Ich habe es schon ein paarmal geschrieben. Manchmal ist der Unsinn den Du verzapfst kaum zu ertragen.

Es mag sein, dass es für Dich schwer vorstellbar ist, aber es gibt noch andere Lebewesen in einem intakten Gewässer, als Fische. Und ich würde sonstwas dafür geben, so ein Gewässer mein eigen zu nennen und jeden mit einem Knüppel erschlagen, der da irgendeinen Fisch besetzt.

Typen wie Du sind mit dafür verantwortlich, dass unsere Wiesen, Feldränder, Wälder und Gewässer zu artenarmen Monokulturen verkommen. Du tust mir im Grunde Leid, denn wahrscheinlich bist Du Dir Deines Mangels an Verantwortung nicht einmal bewusst.


----------



## Laichzeit (20. Juni 2016)

*AW: Erstbesatz für unbekanntes Altgewässer?*



Ralle 24 schrieb:


> Unsinn



Das ist die große Glaubensfrage beim Besatz, was wir eigentlich dürfen.
Meiner Meinung ist Besatz ein notwendiges Übel um in gewässerarmen Regionen Angeln unter humanen Bedingungen zu ermöglichen, bietet uns aber keinesfalls das Recht nach Gutdünken egal welchen Gewässertyp nach Anglerinteressen zu überformen.
Beim Blick vor die Haustüre ist aber letzteres eher der Standard, was Stillgewässer betrifft.

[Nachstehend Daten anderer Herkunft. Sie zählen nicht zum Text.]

"""Which widths the text lets follow, and why others stay."""

from __future__ import annotations

from dataclasses import replace
from typing import TYPE_CHECKING

import pytest

from evenstage.netlist.reading.read import read
from evenstage.netlist.rewriting.edits import rewrite
from evenstage.netlist.rewriting.handles import WidthHandles
from evenstage.netlist.rewriting.sized_block import Slot
from support.sized import assert_reads_back, planned, process, rewritten, sized, slot_name

if TYPE_CHECKING:
    from pathlib import Path

INVERTER = b"""\
.subckt inv a y vdd vss
mn y a vss vss nch w=0.6u l=60n
mp y a vdd vdd pch w=1.2u l=60n
.ends inv
"""


def reasons(handles: WidthHandles) -> dict[str, str]:
    return {slot_name(handles, slot): why for slot, why in handles.cannot_change().items()}


def ways(handles: WidthHandles) -> dict[str, list[str]]:
    """Return how each width is changed: way and number."""
    return {
        slot_name(handles, slot): [f"{o.way} {o.parameter.name}={o.model}" for o in handle.origins]
        for slot, handle in handles.items()
    }


class TestOrigins:
    def test_literals(self) -> None:
        text = b"t\n" + INVERTER + b"x1 a b vdd vss inv\nm1 c b vss vss nch w='1u' l=60n\n"
        assert ways(sized(text, leaves={"inv"})) == {
            "x1.mn": ["leaf w=0.6u"],
            "x1.mp": ["leaf w=1.2u"],
            "m1": ["shared w='1u'"],
        }

    def test_parameters_of_a_leaf(self) -> None:
        leaf = (
            b".subckt inv a y vdd vss wn=0.6u\n.param wp=1.2u\nmn y a vss vss nch w=wn l=60n\n"
            b"mp y a vdd vdd pch w='wp*1.5' l=60n\n.ends\n"
        )
        text = b"t\n" + leaf + b"x1 a b vdd vss inv\nx2 b c vdd vss inv wn='2u'\n"
        assert ways(sized(text, leaves={"inv"})) == {
            "x1.mn": ["default wn=0.6u"],
            "x1.mp": ["leaf wp=1.2u"],
            "x2.mn": ["shared wn='2u'"],
            "x2.mp": ["leaf wp=1.2u"],
        }

    def test_a_ratio_beside_a_length_stays(self) -> None:
        text = b"t\n.param wu=1u beta=2\nm1 y a vdd vdd pch w='wu*beta' l=60n\n"
        assert ways(sized(text)) == {"m1": ["shared wu=1u"]}

    def test_a_sum_of_lengths_scales_together(self) -> None:
        text = b"t\n.param wu=1u wx=0.2u\nm1 y a vdd vdd pch w='wu+2*wx' l=60n\n"
        assert ways(sized(text)) == {"m1": ["shared wu=1u", "shared wx=0.2u"]}

    def test_a_number_may_serve_widths_areas_and_edges_of_one_variable(self) -> None:
        text = (
            b"t\n.param wu=1u\nm1 y a vss vss nch w=wu l=60n ad='wu*0.3u' pd='wu*2+0.6u'\n"
            b"m2 y a vdd vdd pch w='2*wu' l=60n\n"
        )
        assert reasons(sized(text)) == {}

    def test_a_name_defined_by_itself_is_the_top_levels(self) -> None:
        text = (
            b"t\n.param w=1u\n.subckt two a y vss w=w\nm1 b a vss vss nch w=w l=60n\n"
            b"m2 y b vss vss nch w=2u l=60n\n.ends\nx1 a y vss two\n"
        )
        assert ways(sized(text))["m1"] == ["shared w=1u"]


SHARED = "its width wu comes from a parameter that sets other things too"


class TestReasons:
    @pytest.mark.parametrize(
        ("other", "apart"),
        [
            (b"m2 y a vss vss nch w=wu l=60n", {"m2"}),
            (b"m2 y a vss vss nch w=2u l=wu", set()),
            (b"r1 y a r='wu*1e9'", set()),
            (b"c1 y vss 'wu*1n'", set()),
            (b"x1 y a vss row w1=wu", set()),
            (b".param wv='2*wu'\nm2 y a vss vss nch w=wv l=60n", {"m2"}),
        ],
    )
    def test_a_number_that_sets_other_things_too(self, other: bytes, apart: set[str]) -> None:
        row = b".subckt row a y vss w1=1u\nm5 b a vss vss nch w=1u l=60n\nc5 b vss 'w1*1n'\n.ends\n"
        text = b"t\n.param wu=1u\n" + row + b"m1 y a vss vss nch w=wu l=60n\n" + other + b"\n"
        assert reasons(sized(text, apart=apart))["m1"] == SHARED

    @pytest.mark.parametrize(
        ("parameters", "width"),
        [
            (b"wu=1u", b"'wu+0.2u'"),
            (b"wu=1u", b"'max(wu, 0.5u)-wu/2+0.1u'"),
            (b"wu=1u", b"'sqrt(wu*1u)'"),
            (b"wu=1u", b"'2*0.3u'"),
        ],
    )
    def test_a_width_out_of_proportion(self, parameters: bytes, width: bytes) -> None:
        text = b"t\n.param " + parameters + b"\nm1 y a vss vss nch w=" + width + b" l=60n\n"
        expected = f"its width {width.decode()} is not in proportion to parameters"
        assert reasons(sized(text)) == {"m1": expected}

    def test_where_no_copies_are_allowed_all_callers_must_move_together(self) -> None:
        text = b"t\n" + INVERTER + b"x1 a b vdd vss inv\nx2 b c vdd vss inv\n"
        assert set(reasons(sized(text, leaves={"inv"}, copies=0)).values()) == {
            "callers of 'inv' share one size, and not all of them may change"
        }
        block = sized(text, leaves={"inv"}, copies=0).block
        together = replace(block, variable_of=dict.fromkeys(block.variable_of, 0))
        assert WidthHandles(together).cannot_change() == {}

    def test_a_leaf_that_holds_definitions_is_not_copied(self) -> None:
        inner = b".subckt nfet d g s b w=1u l=60n\nm0 d g s b nch w=w l=l\n.ends\n"
        leaf = (
            b".subckt inv a y vdd vss\n" + inner + b"xn y a vss vss nfet w=0.6u\n"
            b"mp y a vdd vdd pch w=1.2u l=60n\n.ends\n"
        )
        text = b"t\n" + leaf + b"x1 a b vdd vss inv\nx2 b c vdd vss inv\n"
        why = set(reasons(sized(text, leaves={"inv"})).values())
        assert why == {"'inv' holds further definitions and cannot be copied"}
        assert reasons(sized(text.replace(b"x2", b"*x2"), leaves={"inv"})) == {}

    def test_a_width_deeper_inside_a_leaf_has_the_leafs_size(self) -> None:
        text = (
            b"t\n" + INVERTER + b".subckt buf a y vdd vss\nx1 a b vdd vss inv\n"
            b"x2 b y vdd vss inv\n.ends\nxb a y vdd vss buf\nxc y z vdd vss inv\n"
        )
        block = sized(text).block
        number = {block.netlist.card(n).name: n for n in range(len(block.netlist))}
        mn = number["mn"]
        inside, beside = Slot(mn, number["xb"]), Slot(mn, number["xc"])
        handles = WidthHandles(replace(block, variable_of={inside: 0, beside: 1}))
        assert handles.cannot_change() == {}
        assert [origin.way for origin in handles[inside].origins] == ["leaf"]

    def test_cards_that_a_leaf_calls_and_others_size_keep_their_widths(self) -> None:
        """The subcircuit stands in the leaf, and in the block as well."""
        text = (
            b"t\n" + INVERTER + b".subckt one a y vdd vss\nx1 a y vdd vss inv\n.ends\n"
            b".subckt buf a y vdd vss\nx1 a b vdd vss one\nx2 b y vdd vss one\n.ends\n"
            b"xb a y vdd vss buf\nxc y z vdd vss one\n"
        )
        block = sized(text).block
        number = {block.netlist.card(n).name: n for n in range(len(block.netlist))}
        one = block.netlist.subcircuits["one"].cards[0]
        inside, beside = Slot(number["mn"], number["xb"]), Slot(number["mn"], one)
        handles = WidthHandles(replace(block, variable_of={inside: 0, beside: 1}))
        assert handles.cannot_change() == {
            beside: "'one' stands in the leaf 'buf' too, which has sizes of its own"
        }

    def test_a_subcircuit_defined_twice_alike_stays(self) -> None:
        text = b"t\n" + INVERTER + INVERTER + b"x1 a b vdd vss inv\n"
        assert set(reasons(sized(text, leaves={"inv"})).values()) == {
            "'inv' is defined again at a.sp:7:1"
        }

    def test_of_two_different_definitions_the_later_is_changed(self) -> None:
        text = b"t\n" + INVERTER + INVERTER.replace(b"0.6u", b"0.7u") + b"x1 a b vdd vss inv\n"
        handles = sized(text, leaves={"inv"})
        plan = planned(handles, {"x1": 2})
        assert_reads_back(handles, plan)
        assert b"w=0.6u" in rewritten(handles, plan)

    def test_one_notice_per_reason(self) -> None:
        text = (
            b"t\n.param wu=1u\nm1 y a vss vss nch w=wu l=60n\nm2 z a vss vss nch w=wu l=wu\n"
            b"m3 q a vss vss nch w='wu+1u' l=60n\n"
        )
        first, second = sized(text).notices()
        assert (first.code, first.names, first.place) == ("width-fixed", ("m1", "m2"), "a.sp:3:1")
        assert first.message == f"m1 keeps its width: {SHARED}"
        assert second.names == ("m3",)


class TestFiles:
    @pytest.fixture
    def main(self, tmp_path: Path) -> Path:
        """Return a main file with a leaf beside it and one outside its folder."""
        folder = tmp_path / "design"
        (folder / "cells").mkdir(parents=True)
        (folder / "cells" / "inv.sp").write_bytes(INVERTER)
        (tmp_path / "buf.sp").write_bytes(INVERTER.replace(b"inv", b"buf"))
        (folder / "main.sp").write_bytes(
            b"title\n.include cells/inv.sp\n.inc '../buf.sp'\n"
            b"x1 a b vdd vss inv\nx2 b c vdd vss inv\nx3 c d vdd vss buf\n"
        )
        return folder / "main.sp"

    def test_files_outside_the_folder_of_the_main_file_stay(self, main: Path) -> None:
        handles = sized(read(main), leaves={"inv", "buf"})
        outside = f"'{main.parents[1] / 'buf.sp'}' lies outside the folder of the main file"
        assert reasons(handles) == {"x3.mn": outside, "x3.mp": outside}

    def test_files_included_by_their_full_path_stay(self, main: Path) -> None:
        cell = main.parent / "cells" / "inv.sp"
        main.write_bytes(f"title\n.include {cell}\nx1 a b vdd vss inv\n".encode())
        why = f"'{cell}' is included by its full path, which leads to it for ever"
        assert reasons(sized(read(main))) == {"mn": why, "mp": why}

    def test_an_included_file_gets_its_own_edits(self, main: Path) -> None:
        handles = sized(read(main), leaves={"inv", "buf"})
        texts = rewrite(handles.block.netlist, planned(handles, {"x1": 2, "x3": 2}).edits)
        assert list(texts) == [main, main.parent / "cells" / "inv.sp"]
        assert texts[main].count(b"\n") == main.read_bytes().count(b"\n") + 1
        assert texts[main.parent / "cells" / "inv.sp"].startswith(INVERTER + b"* evenstage: inv ->")

    def test_cards_included_into_several_subcircuits_stay(self, main: Path) -> None:
        (main.parent / "cells" / "drive.sp").write_bytes(b"m1 y a vss vss nch w=1u l=60n\n")
        include = b"\n.include cells/drive.sp\nm2 y a vss vss nch w=1u l=60n\n.ends\n"
        main.write_bytes(
            b"title\n.subckt one a y vss"
            + include
            + b".subckt two a y vss"
            + include
            + b"x1 a b vss one\nx2 b c vss two\n"
        )
        why = "its file is included more than once, and one change would make several"
        assert reasons(sized(read(main))) == {"m1": why}
        main.write_bytes(
            main.read_bytes().replace(include, b"\nm2 y a vss vss nch w=1u l=60n\n.ends\n", 1)
        )
        assert reasons(sized(read(main))) == {}

    def test_a_file_included_twice_is_one_text(self, main: Path) -> None:
        main.write_bytes(main.read_bytes() + b".include cells/inv.sp\n")
        handles = sized(read(main), leaves={"inv", "buf"})
        assert set(reasons(handles)) == {"x3.mn", "x3.mp"}

    def test_a_caller_outside_cannot_be_sent_to_a_copy(self, main: Path) -> None:
        (main.parents[1] / "buf.sp").write_bytes(
            b".subckt buf a y vdd vss\nx9 a y vdd vss inv\n.ends\n"
        )
        handles = sized(read(main), leaves={"inv"})
        assert set(reasons(handles)) == {"x9.mn", "x9.mp"}
        outside = f"'{main.parents[1] / 'buf.sp'}' lies outside the folder of the main file"
        assert set(reasons(handles).values()) == {outside}


class TestDrawable:
    def test_rounds_to_the_grid_of_the_process(self) -> None:
        handles = sized(b"t\nm1 y a vss vss nch w=0.6u l=60n\n", using=process(width_step=5e-9))
        (handle,) = handles.values()
        assert handle.drawable(1.2374e-6) == pytest.approx(1.235e-6, rel=1e-12)
        assert handle.drawable(1.2374e-6, 1e-7) == pytest.approx(1.2e-6, rel=1e-12)
        assert handle.drawable(1e-10) == pytest.approx(5e-9, rel=1e-12)
        assert handle.width_max is None

    def test_without_a_grid_any_width_goes(self) -> None:
        (handle,) = sized(b"t\nm1 y a vss vss nch w=0.6u l=60n\n").values()
        assert handle.drawable(1.23741e-6) == 1.23741e-6
        assert handle.smallest_step(1e-9) == 1e-9

    def test_fingers_have_a_grid_each(self) -> None:
        using = process(
            width_step=5e-9, width_is="finger", fingers_parameter="nf", finger_width_max=1e-6
        )
        (handle,) = sized(b"t\nm1 y a vss vss nch w=0.6u l=60n nf=2\n", using=using).values()
        assert handle.drawable(2.503e-6) == pytest.approx(3 * 0.835e-6, rel=1e-12)
        assert handle.smallest_step(1e-9) == pytest.approx(10e-9, rel=1e-12)

    def test_fins_come_whole(self) -> None:
        using = process(width_parameter="nfin", width_is="fins", width_unit=50e-9, width_step=5e-9)
        (handle,) = sized(b"t\nx1 y a vss vss nch nfin=4 l=60n\n", using=using).values()
        assert handle.drawable(285e-9) == pytest.approx(300e-9, rel=1e-12)
        assert handle.smallest_step(1e-9) == pytest.approx(50e-9, rel=1e-12)


class TestMapping:
    def test_knows_its_slots(self) -> None:
        handles = sized(b"t\nm1 y a vss vss nch w=0.6u l=60n\n")
        assert (len(handles), list(handles), Slot(0) in handles) == (1, [Slot(0)], True)
        assert handles[Slot(0)] is handles[Slot(0)]
        with pytest.raises(KeyError):
            handles[Slot(7)]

Wenn du auf eine beliebige Vereinssitzung in Süddeutschland gehen würdest, ist das Besatzthema immer das Leidigste, weil die Interessen der Mitglieder weder mit wünschenswerten Bewirtschaftung und noch viel weniger mit den Möglichkeiten des Gewässers übereinstimmen und sich anscheinend absurde Vorstellungen von Bewirtschaftung manifestiert haben.
Eine große Anglerschaft will pro Fläche möglichst nur kapitale oder wenigstens maßige Fische fangen und entnehmen.
Die Alterspyramide soll also ein V darstellen und kein A.
Mit einigen Tausend € lässt sich sowas sogar recht erfolgreich aufzwingen.
Auch dass wirklich jede Pfütze, egal wie groß und ungeeignet kräftig mit Fisch bestückt werden muss und darf, stellen nicht allzu viele Angler in Frage.

Einige zusätzliche Arten in einen Baggersee zu setzen um diese zu etablieren und nicht nach Fleischwirtschaft-Prinzip bis zum Fang im Gewässer zwischenhältern ist von Mais-Monokultur noch weit entfernt und schon unter den besseren Beispielen für Gewässerbewirtschaftung.
Deshalb würde ich moderaten Initialbesatz nicht verteufeln, auch wenn ich selbst die Finger davon lassen würde.


----------



## Naturliebhaber (20. Juni 2016)

*AW: Erstbesatz für unbekanntes Altgewässer?*



Ralle 24 schrieb:


> Ich habe es schon ein paarmal geschrieben. Manchmal ist der Unsinn den Du verzapfst kaum zu ertragen.
> 
> Es mag sein, dass es für Dich schwer vorstellbar ist, aber es gibt noch andere Lebewesen in einem intakten Gewässer, als Fische. Und ich würde sonstwas dafür geben, so ein Gewässer mein eigen zu nennen und jeden mit einem Knüppel erschlagen, der da irgendeinen Fisch besetzt.
> 
> Typen wie Du sind mit dafür verantwortlich, dass unsere Wiesen, Feldränder, Wälder und Gewässer zu artenarmen Monokulturen verkommen. Du tust mir im Grunde Leid, denn wahrscheinlich bist Du Dir Deines Mangels an Verantwortung nicht einmal bewusst.



Was Bernd schreibt hat überhaupt nichts mit Unsinn zu tun und erst recht nichts mit mangelndem Verantwortungsbewusstsein. Diese übertriebene "wir fassen die Natur nicht an und verändern nichts"-Philosophie ist weltfremd.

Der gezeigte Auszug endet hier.